* TASK TO CARRY OUT
Look through the records below and collect all lines that hold the string "performance".

GIVEN DATA: Begin

// Long recordings: (1) analyseRecording's cost per sample from 2^16 to 2^24 samples (it should stay flat:
// every stage is bounded, the envelope goes block by block), and (2) one upload of a 10,000,000-sample
// recording to a running `kinespec serve` (built: run `npm run build` first) on a scratch database of the
// PostgreSQL server (BENCH_DATABASE_URL, default the local one; LONG_EMBEDDED=1 for the embedded database):
// its answer time and the server's peak resident memory (VmHWM). Goals: under 10 s and under 600 MB. Then (3) the
// latency of ordinary uploads (65,536 samples, another point, two clients) alone and beside a second large upload:
// goal p99 under 1 s beside it (PROBE_TIMING=1 prints each one's Server-Timing).
// Prints figures; asserts nothing. Run under the shared lock: flock /tmp/kinespec-heavy.lock npm run bench long
//
//   LONG_SIZES (default 16,18,20,22,24: log2 sample counts), LONG_UPLOAD_SAMPLES (default 10000000)
import { spawn } from 'node:child_process';
import { existsSync, mkdtempSync, readFileSync, rmSync } from 'node:fs';
import { tmpdir } from 'node:os';
import { dirname, join } from 'node:path';
import { fileURLToPath } from 'node:url';
import postgres from 'postgres';
import { analyseRecording } from '../packages/diagnosis/src/index.js';
import { loadMachineModel } from '../packages/kinematics/src/index.js';
import { simulateRecording } from '../packages/simulator/src/index.js';

const root = join(dirname(fileURLToPath(import.meta.url)), '..');
const MACHINE = 'skelmere-id-fan-1';
const POINT = 'fan-de-h';
const modelText = readFileSync(join(root, `fixtures/machines/${MACHINE}.json`), 'utf8');
const model = loadMachineModel(modelText);
const FS = 25_600;

/** A fan with an outer-race defect, 2^16 simulated samples repeated to `n` (plus a slow drift so no two periods are equal). */
function recordingOf(n: number): Float64Array {
  const base = simulateRecording(model, { pointId: POINT, sampleRateHz: FS, sampleCount: 2 ** 16, faults: [{ fault: 'bearing-outer-race', component: 'fan-de', severity: 0.6 }] }).channels[0]!.samples;
  const x = new Float64Array(n);
  for (let i = 0; i < n; i++) x[i] = base[i % base.length]! + 1e-3 * Math.sin(i * 1e-3);
  return x;
}

function perSample(): void {
  const sizes = (process.env.LONG_SIZES ?? '16,18,20,22,24').split(',').map(Number);
  console.log('analyseRecording, one channel at 25.6 kHz (minimum of 3 runs below 2^22, 1 run above)');
  console.log('samples        ms   ns/sample   ratio to 2^18');
  let reference: number | null = null;
  for (const log2 of sizes) {
    const n = 2 ** log2;
    const samples = recordingOf(n);
    const recording = { sampleRateHz: FS, metadata: {}, channels: [{ name: 'acc', unit: 'g', samples }] };
    const runs = log2 < 22 ? 3 : 1;
    let best = Infinity;
    for (let r = 0; r < runs; r++) {
      const t0 = performance.now();
      analyseRecording(recording, { model, pointId: POINT });
      best = Math.min(best, performance.now() - t0);
    }
    const ns = (best / n) * 1e6;
    if (log2 === 18) reference = ns;
    console.log(`2^${String(log2).padEnd(4)} ${best.toFixed(0).padStart(9)} ${ns.toFixed(0).padStart(11)}   ${reference ? (ns / reference).toFixed(2) : '-'}`);
  }
}

async function upload(): Promise<void> {
  const cli = join(root, 'services/cli/bin/kinespec.js');
  if (!existsSync(join(root, 'services/api/dist/index.js'))) {
    console.log('upload part skipped: the service is not built (run `npm run build`)');
    return;
  }
  const n = Number(process.env.LONG_UPLOAD_SAMPLES ?? 10_000_000);
  const body = Buffer.from(new Float32Array(recordingOf(n)).buffer);
  const dataDir = mkdtempSync(join(tmpdir(), 'kinespec-long-'));
  const adminKey = 'long-bench-admin-key-0123456789';
  let database = 'embedded';
  let dropDatabase = async () => {};
  let databaseUrl: string | undefined;
  if (!process.env.LONG_EMBEDDED) {
    const baseUrl = process.env.BENCH_DATABASE_URL ?? 'postgres://postgres@127.0.0.1:5432/postgres';
    const admin = postgres(baseUrl, { max: 1, onnotice: () => {} });
    try {
      const name = `kinespec_bench_long_${Date.now()}`;
      await admin.unsafe(`create database ${name}`);
      const url = new URL(baseUrl);
      url.pathname = `/${name}`;
      databaseUrl = url.toString();
      database = 'PostgreSQL server';
      dropDatabase = async () => {
        await admin.unsafe(`drop database if exists ${name} with (force)`);
        await admin.end();
      };
    } catch {
      await admin.end();
    }
  }
  const child = spawn(process.execPath, [cli, 'serve', '--port', '0'], {
    env: {
      ...process.env, KINESPEC_DATA_DIR: dataDir, KINESPEC_DEMO: 'off', ...(databaseUrl ? { DATABASE_URL: databaseUrl } : {}), KINESPEC_ADMIN_KEY: adminKey, KINESPEC_LOG_LEVEL: 'warn',
      KINESPEC_MAX_UPLOAD_BYTES: String(body.length + 1024), KINESPEC_RATE_LIMIT_MAX: '0',
    },
    stdio: ['ignore', 'pipe', 'inherit'],
  });
  try {
    const server = await new Promise<string>((resolve, reject) => {
      let out = '';
      child.stdout!.on('data', (c: Buffer) => {
        out += c.toString();
        const m = /listening on (http:\/\/\S+)/.exec(out);
        if (m) resolve(m[1]!);
      });
      child.once('exit', (code) => reject(new Error(`kinespec serve exited with ${code}`)));
    });
    const headers = { authorization: `Bearer ${adminKey}` };
    const put = await fetch(`${server}/api/v1/machines/${MACHINE}/model`, { method: 'PUT', headers: { ...headers, 'content-type': 'application/json' }, body: modelText });
    if (!put.ok) throw new Error(`PUT model: ${put.status}`);
    const hwm = () => Number(/VmHWM:\s+(\d+) kB/.exec(readFileSync(`/proc/${child.pid}/status`, 'utf8'))?.[1] ?? NaN) / 1024;
    const idle = hwm();
    // Each large upload differs in its last sample: the same bytes again would be answered as a duplicate.
    let largeSerial = 0;
    const largeBody = () => {
      const b = Buffer.from(body);
      b.writeFloatLE(b.readFloatLE(b.length - 4) + ++largeSerial * 1e-6, b.length - 4);
      return b;
    };
    const large = async () => {
      const t0 = performance.now();
      const res = await fetch(`${server}/api/v1/machines/${MACHINE}/points/${POINT}/recordings?sampleRateHz=${FS}&unit=g`, {
        method: 'POST', headers: { ...headers, 'content-type': 'application/octet-stream', prefer: 'wait=120' }, body: largeBody(),
      });
      return { res, text: await res.text(), seconds: (performance.now() - t0) / 1000 };
    };
    const { res, text, seconds } = await large();
    console.log(`\nupload of ${n.toLocaleString('en')} samples (${(body.length / 2 ** 20).toFixed(0)} MiB raw float32) to kinespec serve, ${database}`);
    console.log(`answer ${res.status} in ${seconds.toFixed(1)} s (goal < 10 s); server peak RSS ${hwm().toFixed(0)} MB (goal < 600 MB; ${idle.toFixed(0)} MB before the upload)`);
    console.log(`Server-Timing: ${res.headers.get('server-timing') ?? '-'}`);
    // Other requests of a plant: a logger's ordinary upload (65,536 samples) to another point, one after another
    // from two clients; their latency alone (after a warm-up) is the reference, then beside a second large upload.
    const probe = probeUploads(server, headers);
    await probe.run(() => false, PROBE_WARM_UP);
    const alone = await probe.run(() => false, PROBE_ALONE);
    let done = false;
    const beside = probe.run(() => done, Infinity);
    await large();
    done = true;
    const during = await beside;
    console.log(`other uploads (65,536 samples, another point, 2 clients): alone p50 ${pct(alone, 0.5)} ms p99 ${pct(alone, 0.99)} ms (${alone.length}); `
      + `beside a large upload p50 ${pct(during, 0.5)} ms p99 ${pct(during, 0.99)} ms (${during.length}; goal p99 < 1000 ms), p99 ratio ${(Number(pct(during, 0.99)) / Number(pct(alone, 0.99))).toFixed(2)}`);
    if (res.status >= 300) console.log(text.slice(0, 300));
  } finally {
    child.kill('SIGTERM');
    await new Promise((r) => child.once('exit', r));
    rmSync(dataDir, { recursive: true, force: true });
    await dropDatabase();
  }
}

/** Uploads other requests make while the large one runs: the probe point and its ordinary recording. */
const PROBE_POINT = 'motor-de-h';
const PROBE_ALONE = 40;
const PROBE_WARM_UP = 6;

function probeUploads(server: string, headers: Record<string, string>) {
  const samples = simulateRecording(model, { pointId: PROBE_POINT, sampleRateHz: FS, sampleCount: 2 ** 16, faults: [] }).channels[0]!.samples;
  const f32 = new Float32Array(samples.length);
  for (let i = 0; i < samples.length; i++) f32[i] = samples[i]!;
  const unit = model.points.find((p) => p.id === PROBE_POINT)?.unit ?? 'g';
  let serial = 0;
  const one = async (): Promise<number> => {
    const bytes = new Uint8Array(f32.buffer.slice(0));
    // a different last sample each time, so no upload is a duplicate of another
    new DataView(bytes.buffer).setFloat32(bytes.length - 4, f32[f32.length - 1]! + ++serial * 1e-6, true);
    const t = performance.now();
    const r = await fetch(`${server}/api/v1/machines/${MACHINE}/points/${PROBE_POINT}/recordings?sampleRateHz=${FS}&unit=${encodeURIComponent(unit)}`, {
      method: 'POST', headers: { ...headers, 'content-type': 'application/octet-stream' }, body: bytes,
    });
    await r.arrayBuffer();
    if (r.status >= 300) throw new Error(`probe upload answered ${r.status}`);
    const ms = performance.now() - t;
    if (process.env.PROBE_TIMING) console.log(`probe ${ms.toFixed(0)} ms at ${(t / 1000).toFixed(2)} s: ${r.headers.get('server-timing')}`);
    return ms;
  };
  return {
    async run(stop: () => boolean, count: number): Promise<number[]> {
      const times: number[] = [];
      const client = async () => {
        while (!stop() && times.length < count) times.push(await one());
      };
      await Promise.all([client(), client()]);
      return times.sort((a, b) => a - b);
    },
  };
}

function pct(sorted: readonly number[], q: number): string {
  if (sorted.length === 0) return '-';
  return sorted[Math.min(sorted.length - 1, Math.floor(q * sorted.length))]!.toFixed(0);
}

perSample();
await upload();
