"""Finite-difference engine: temporal blocking, bands, guard statistics, state layout.

The blocked kernel must be an exact re-ordering of single steps: every check here is
bit-for-bit (``assert_array_equal``) unless it compares two different formulas.
"""

import json

import numba
import numpy as np
import pytest

import crossflock as cf
from crossflock.continuum import FiniteDifferenceSolver, _fd, _fd_kernels
from crossflock.continuum._guard import check_state, failure_cause, field_stats

FULL = {"alpha": 1.0, "alpha_rho": 0.5, "beta": 1.0, "pressure": [0.5, 0.1, 0.02],
        "D_T": 0.5, "D_B": 0.2, "D_2": 0.05, "lambda1": 0.4, "lambda2": 0.2,
        "lambda3": -0.1, "D_rho": 0.1, "noise_strength": 0.01}
MINIMAL = {"alpha": 1.0, "beta": 1.0, "pressure": [0.5], "D_T": 0.3}
DISC = [{"center": [7.0, 9.0], "radius": 3.0}]


def _cfg(domain=None, coefficients=None, **continuum):
    return cf.load_config({
        "domain": {"size": [16.0, 20.0], **(domain or {})},
        "model": {"density": 2.0, "noise": 0.3},
        "run": {"duration": 2.0, "sample_every": 1.0, "initial": "ordered", "seed": 11},
        "continuum": {"grid": [16, 20], "dt": 0.01, "method": "finite_difference",
                      "initial_noise": 0.2,
                      "coefficients": FULL if coefficients is None else coefficients,
                      **continuum},
    })


CASES = {
    "periodic-full": _cfg(),
    "periodic-minimal": _cfg(coefficients=MINIMAL),
    "channel-full": _cfg({"boundary": "channel"}),
    "disc-full": _cfg({"obstacles": DISC}),
    "channel-disc-kinetic": _cfg({"boundary": "channel", "obstacles": DISC},
                                 coefficients="kinetic", kinetic_noise="auto",
                                 realizability=False),
}
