// ---------------------------------------------------------------------------------------------
// Before / after an event

/// One plotted point: a single value or a period mean, at a time.
#[derive(Debug, Clone, Copy, PartialEq)]
pub struct TimedValue {
    /// When (for a period mean: the middle of the period).
    pub at: DateTime<Utc>,
    /// The value.
    pub value: f64,
}

/// One group in the before/after chart.
#[derive(Debug, Clone, PartialEq)]
pub struct BeforeAfterGroup {
    /// Level name.
    pub level: String,
    /// Points before and after the event, in any order; the chart splits them at the event.
    pub points: Vec<TimedValue>,
    /// Mean of the group before the event.
    pub mean_before: Option<f64>,
    /// Mean of the group after the event.
    pub mean_after: Option<f64>,
}

/// Input of the before/after chart: one panel per group, shared axes, the event line in each.
#[derive(Debug, Clone, PartialEq)]
pub struct BeforeAfterInput {
    /// Characteristic name.
    pub characteristic: String,
    /// Unit.
    pub unit: String,
    /// Factor name.
    pub factor: String,
    /// What each point is ("value" or "shift mean"), for the axis title.
    pub point_kind: String,
    /// Start of the "before" window.
    pub window_start: DateTime<Utc>,
    /// End of the "after" window.
    pub window_end: DateTime<Utc>,
    /// The change being investigated.
    pub event: EventMarker,
    /// Specification limits and target.
    pub limits: Limits,
    /// The groups, in display order.
    pub groups: Vec<BeforeAfterGroup>,
    /// The plant's time zone: the time axis and the window are labelled in it.
    pub time_zone: chrono_tz::Tz,
}

// ---------------------------------------------------------------------------------------------
// Monthly report

/// Counts of the month's checks by outcome.
#[derive(Debug, Clone, Default, PartialEq)]
pub struct StateCounts {
    /// Checks flagged as differing by a material amount.
    pub differs_material: u64,
    /// Checks flagged as differing, below the material share.
    pub differs: u64,
    /// Checks with no evidence of a difference.
    pub no_evidence: u64,
    /// Checks whose difference rests on values that are not independent.
    pub not_independent: u64,
    /// Checks with too little data.
    pub too_little_data: u64,
    /// Cells with no check run.
    pub not_run: u64,
}

impl StateCounts {
    /// The count for one state.
    pub fn get(&self, state: FlagState) -> u64 {
        match state {
            FlagState::DiffersMaterial => self.differs_material,
            FlagState::Differs => self.differs,
            FlagState::NoEvidence => self.no_evidence,
            FlagState::NotIndependent => self.not_independent,
            FlagState::TooLittleData => self.too_little_data,
            FlagState::NotRun => self.not_run,
        }
    }

    /// Adds one to the count of `state`.
    pub fn add(&mut self, state: FlagState) {
        match state {
            FlagState::DiffersMaterial => self.differs_material += 1,
            FlagState::Differs => self.differs += 1,
            FlagState::NoEvidence => self.no_evidence += 1,
            FlagState::NotIndependent => self.not_independent += 1,
            FlagState::TooLittleData => self.too_little_data += 1,
            FlagState::NotRun => self.not_run += 1,
        }
    }

    /// Checks that ran (every state except "not run").
    pub fn tests_run(&self) -> u64 {
        self.differs_material
            + self.differs
            + self.not_independent
            + self.no_evidence
            + self.too_little_data
    }
}

/// One pairwise comparison row of a flagged item.
#[derive(Debug, Clone, PartialEq)]
pub struct PairRow {
    /// First level.
    pub a: String,
    /// Second level.
    pub b: String,
    /// `mean_a - mean_b` in the unit.
    pub diff: f64,
    /// Simultaneous interval of the difference, lower end.
    pub ci_low: f64,
    /// Simultaneous interval of the difference, upper end.
    pub ci_high: f64,
    /// Adjusted p-value.
    pub p_adj: f64,
    /// Method name ("Tukey-Kramer", "Games-Howell").
    pub method: String,
}

/// One finding of the month, as the report opens with them.
#[derive(Debug, Clone, PartialEq)]
pub struct FindingItem {
    /// Its number (`samewise findings`).
    pub id: i64,
    /// "open" or "closed".
    pub status: String,
    /// Characteristic name.
    pub characteristic: String,
    /// Factor name.
    pub factor: String,
    /// The standing-out group.
    pub level: String,
    /// Unit of the characteristic.
    pub unit: String,
    /// Since when, and the onset with its interval and method (one sentence, plant time).
    pub since: String,
    /// The effect now and at its peak (one sentence).
    pub effect: String,
    /// Size against the tolerance for ranking (|% of tolerance| of the effect now), if known.
    pub size_pct: Option<f64>,
    /// The nearest logged change in scope (one sentence), if any.
    pub event: Option<String>,
    /// The engineer's notes (one sentence each, dated).
    pub notes: Vec<String>,
    /// The month's trend with the group highlighted.
    pub trend: TrendInput,
    /// The pairs of the last flagged period of the month whose interval excludes zero.
    pub pairs: Vec<PairRow>,
    /// Pairs of that period whose interval includes zero (counted, not listed).
    pub pairs_not_shown: usize,
    /// The period the pairs come from.
    pub pairs_period: String,
}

GIVEN DATA: End

* FINAL ANSWER
      const t0 = performance.now();
      best = Math.min(best, performance.now() - t0);
      const t0 = performance.now();
      return { res, text: await res.text(), seconds: (performance.now() - t0) / 1000 };
    const t = performance.now();
    const ms = performance.now() - t;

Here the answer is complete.